Utah Medical Products Inc. has a market cap of $97.73 million; its shares were traded at around $27.02 with a P/E ratio of 15.89 and P/S ratio of 3.77. The dividend yield of Utah Medical Products Inc. stocks is 3.48%. Utah Medical Products Inc. had an annual average earning growth of 5.3% over the past 10 years. GuruFocus rated Utah Medical Products Inc. the business predictability rank of 2.5-star.UTMD is in the portfolios of Chuck Royce of Royce& Associates, Jim Simons of Renaissance Technologies LLC.

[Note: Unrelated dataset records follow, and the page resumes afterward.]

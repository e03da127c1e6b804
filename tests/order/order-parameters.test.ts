import { describe, it, expect } from 'vitest';
import { accumulateBlocks, freeOrderOf, orderParameters, totalMoments } from '../../src/order/index.ts';
import { orientationField } from '../../src/orientation/index.ts';
import { InputError } from '../../src/common/errors.ts';
import { fieldOf } from '../support/fields.ts';
import { rng } from '../support/synthetic.ts';

const F32 = 2e-6; // angles are stored as float32

describe('orderParameters: closed-form cases (docs/methods.md §8.6 check values, derived)', () => {
  it('all theta = 37 deg gives S_2D = 1 and director 37', () => {
    const s = orderParameters(fieldOf(20, 10, () => 37));
    expect(Math.abs(s.order2D.order - 1)).toBeLessThan(F32);
    expect(Math.abs(s.directorDeg - 37)).toBeLessThan(1e-4);
  });

  it('theta in {0, 90} gives S_2D = 0', () => {
    const s = orderParameters(fieldOf(20, 10, (x) => (x % 2 ? 90 : 0)));
    expect(s.order2D.order).toBeLessThan(F32);
  });

  it('theta in {10, 170} gives cos 20 deg = 0.93969 with director 0 (a naive mean would say 90)', () => {
    const s = orderParameters(fieldOf(20, 10, (x) => (x % 2 ? 170 : 10)));
    expect(Math.abs(s.order2D.order - 0.9396926)).toBeLessThan(1e-5);
    expect(Math.abs(s.directorDeg)).toBeLessThan(1e-4);
  });

  for (const [halfDeg, expected] of [[45, 0.63662], [30, 0.82699], [10, 0.97982]]) {
    it(`uniform on theta0 +- ${halfDeg} deg gives sin(2D)/(2D) = ${expected}`, () => {
      // Midpoint rule over 40 000 equally spaced angles about theta0 = 25 deg.
      const W = 400, H = 100, N = W * H;
      const s = orderParameters(fieldOf(W, H, (x, y) => 25 - halfDeg + (2 * halfDeg * (y * W + x + 0.5)) / N));
      expect(Math.abs(s.order2D.order - expected)).toBeLessThan(1e-5);
      expect(Math.abs(s.directorDeg - 25)).toBeLessThan(1e-3);
    });
  }

  it('doubled-angle von Mises kappa = 2 gives I1(2)/I0(2) = 0.69777 (weights carry the density)', () => {
    const W = 360, H = 10;
    const f = fieldOf(W, H, (x, y) => -90 + (180 * (y * W + x + 0.5)) / (W * H), (x, y) => {
      const t = ((-90 + (180 * (y * W + x + 0.5)) / (W * H)) * Math.PI) / 180;
      return Math.exp(2 * Math.cos(2 * t)) / Math.exp(2);
    });
    const s = orderParameters(f, { weighting: 'coherency' });
    expect(Math.abs(s.order2D.order - 0.69777)).toBeLessThan(1e-5);
  });

  it('all perpendicular to the axis gives S_axis = -1, all along it +1', () => {
    const f = fieldOf(10, 10, () => 120);
    expect(orderParameters(f, { axisDeg: 30 }).axisOrder!.order).toBeCloseTo(-1, 5);
    expect(orderParameters(f, { axisDeg: -60 }).axisOrder!.order).toBeCloseTo(1, 5);
  });
});

describe('orderParameters: sampling behaviour', () => {
  it('isotropic samples give E[S_2D] = 0.280 (N=10) and 0.089 (N=100)', () => {
    // docs/methods.md §8.6, computed (numpy/scipy): Monte Carlo E[S_2D] for N isotropic angles; tolerance +-0.003 (MC).
    const rand = rng(99);
    for (const [N, expected] of [[10, 0.28], [100, 0.089]]) {
      let sum = 0;
      const reps = 4000;
      for (let r = 0; r < reps; r++) {
        const f = fieldOf(N, 1, () => 180 * rand() - 90);
        const [b] = accumulateBlocks(f, { groups: new Int32Array(N), groupCount: 1, refRad: 0, blockPx: 1, weighting: 'none' });
        sum += freeOrderOf(totalMoments(b));
      }
      expect(Math.abs(sum / reps - expected)).toBeLessThan(0.004);
    }
  });

  it('gives a 95 % interval matching the central-limit width for independent pixels', () => {
    // Statistics fact (central limit theorem): half-width ~ 1.96 sd(cos 2 theta) / sqrt(n).
    const rand = rng(5);
    const f = fieldOf(100, 100, () => 60 * (rand() - 0.5));
    const s = orderParameters(f, { axisDeg: 0, blockPx: 1, weighting: 'none' });
    let m = 0, m2 = 0;
    for (const a of f.angleRad) { const v = Math.cos(2 * a); m += v; m2 += v * v; }
    m /= f.angleRad.length;
    const sd = Math.sqrt(m2 / f.angleRad.length - m * m);
    const half = (s.axisOrder!.ciHigh - s.axisOrder!.ciLow) / 2;
    expect(half / ((1.96 * sd) / 100)).toBeGreaterThan(0.85);
    expect(half / ((1.96 * sd) / 100)).toBeLessThan(1.15);
  });

  it('gives the interval of the independent cells when 64 pixels share one angle', () => {
    // Each 8x8 cell shares one angle, so 1024 cells carry the independent values and the standard error of
    // the mean is sd(cos 2 theta over cells) / sqrt(1024) (statistics fact: central limit theorem over the
    // cells); blocks of 8 px are those cells. The interval's half-width is t(0.975, dof) times that, and with
    // a thousand blocks t is the normal quantile 1.96 to within 1 % (NIST/SEMATECH e-Handbook, table 1.3.6.7.2).
    const rand = rng(8);
    const cells = Array.from({ length: 32 * 32 }, () => 60 * (rand() - 0.5));
    const f = fieldOf(256, 256, (x, y) => cells[(y >> 3) * 32 + (x >> 3)]);
    const s = orderParameters(f, { axisDeg: 0, blockPx: 8, weighting: 'none' }).axisOrder!;
    const c = cells.map((a) => Math.cos((2 * a * Math.PI) / 180));
    const mean = c.reduce((p, q) => p + q, 0) / c.length;
    const sd = Math.sqrt(c.reduce((p, q) => p + (q - mean) ** 2, 0) / (c.length - 1));
    const half = (s.ciHigh - s.ciLow) / 2;
    const expected = (1.96 * sd) / 32;
    expect(half / expected).toBeGreaterThan(0.85);
    expect(half / expected).toBeLessThan(1.15);
    expect(s.order).toBeCloseTo(mean, 6);
  });

  it('recovers S of an image with known angle statistics within 0.02 through the structure tensor', async () => {
    // Patches of stripes whose angles are the quantiles of a uniform distribution on +-30 deg:
    // S_axis = sin(60 deg)/(pi/3) = 0.82699 (docs/methods.md §8.6, derived).
    const P = 32, K = 12, W = P * K;
    const angles = Array.from({ length: K * K }, (_, k) => -30 + (60 * (k + 0.5)) / (K * K));
    const order = Array.from({ length: K * K }, (_, k) => k).sort((a, b) => ((a * 7919) % 144) - ((b * 7919) % 144));
    const data = new Float32Array(W * W);
    for (let y = 0; y < W; y++) for (let x = 0; x < W; x++) {
      const a = (angles[order[Math.floor(y / P) * K + Math.floor(x / P)]] * Math.PI) / 180;
      data[y * W + x] = Math.sin((2 * Math.PI * (-x * Math.sin(a) + y * Math.cos(a))) / 6);
    }
    const f = await orientationField({ width: W, height: W, data }, { sigmaPx: 2 });
    const s = orderParameters(f, { axisDeg: 0, weighting: 'none' });
    expect(Math.abs(s.axisOrder!.order - 0.82699)).toBeLessThan(0.02);
  });

  it('rejects an unknown weighting and a wrong-sized region', () => {
    const f = fieldOf(4, 4, () => 0);
    expect(() => orderParameters(f, { weighting: 'loud' as never })).toThrow(InputError);
    expect(() => orderParameters(f, { region: new Uint8Array(3) })).toThrow(/region/);
  });
});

Highlight of Business Operations:G&A expenses in 1Q 2010 were $568 or 8.8% of sales compared to $566 or 8.8% of 1Q 2009 sales. In addition to litigation costs, G&A expenses include the cost of outside financial auditors and corporate governance activities relating to the implementation of SEC rules resulting from the Sarbanes-Oxley Act, as well as estimated stock-based compensation cost. Option compensation expense included in G&A expenses was $25 in 1Q 2010 compared to $31 in 1Q 2009.
Non-operating income in 1Q 2010 was $19 compared to $9 in 1Q 2009. UTMD received less in investment income in 1Q 2010 than in 1Q 2009, primarily due to lower interest rates, but it also paid less in bank fees and interest on its Ireland debt. The two effectively canceled each other out. The increase of $10 in 1Q 2010 was due to short term rental of excess facility warehouse space in Ireland. If interest rates remain about the same for the rest of the year, UTMD expects its non-operating income will be about $50 for all of 2010.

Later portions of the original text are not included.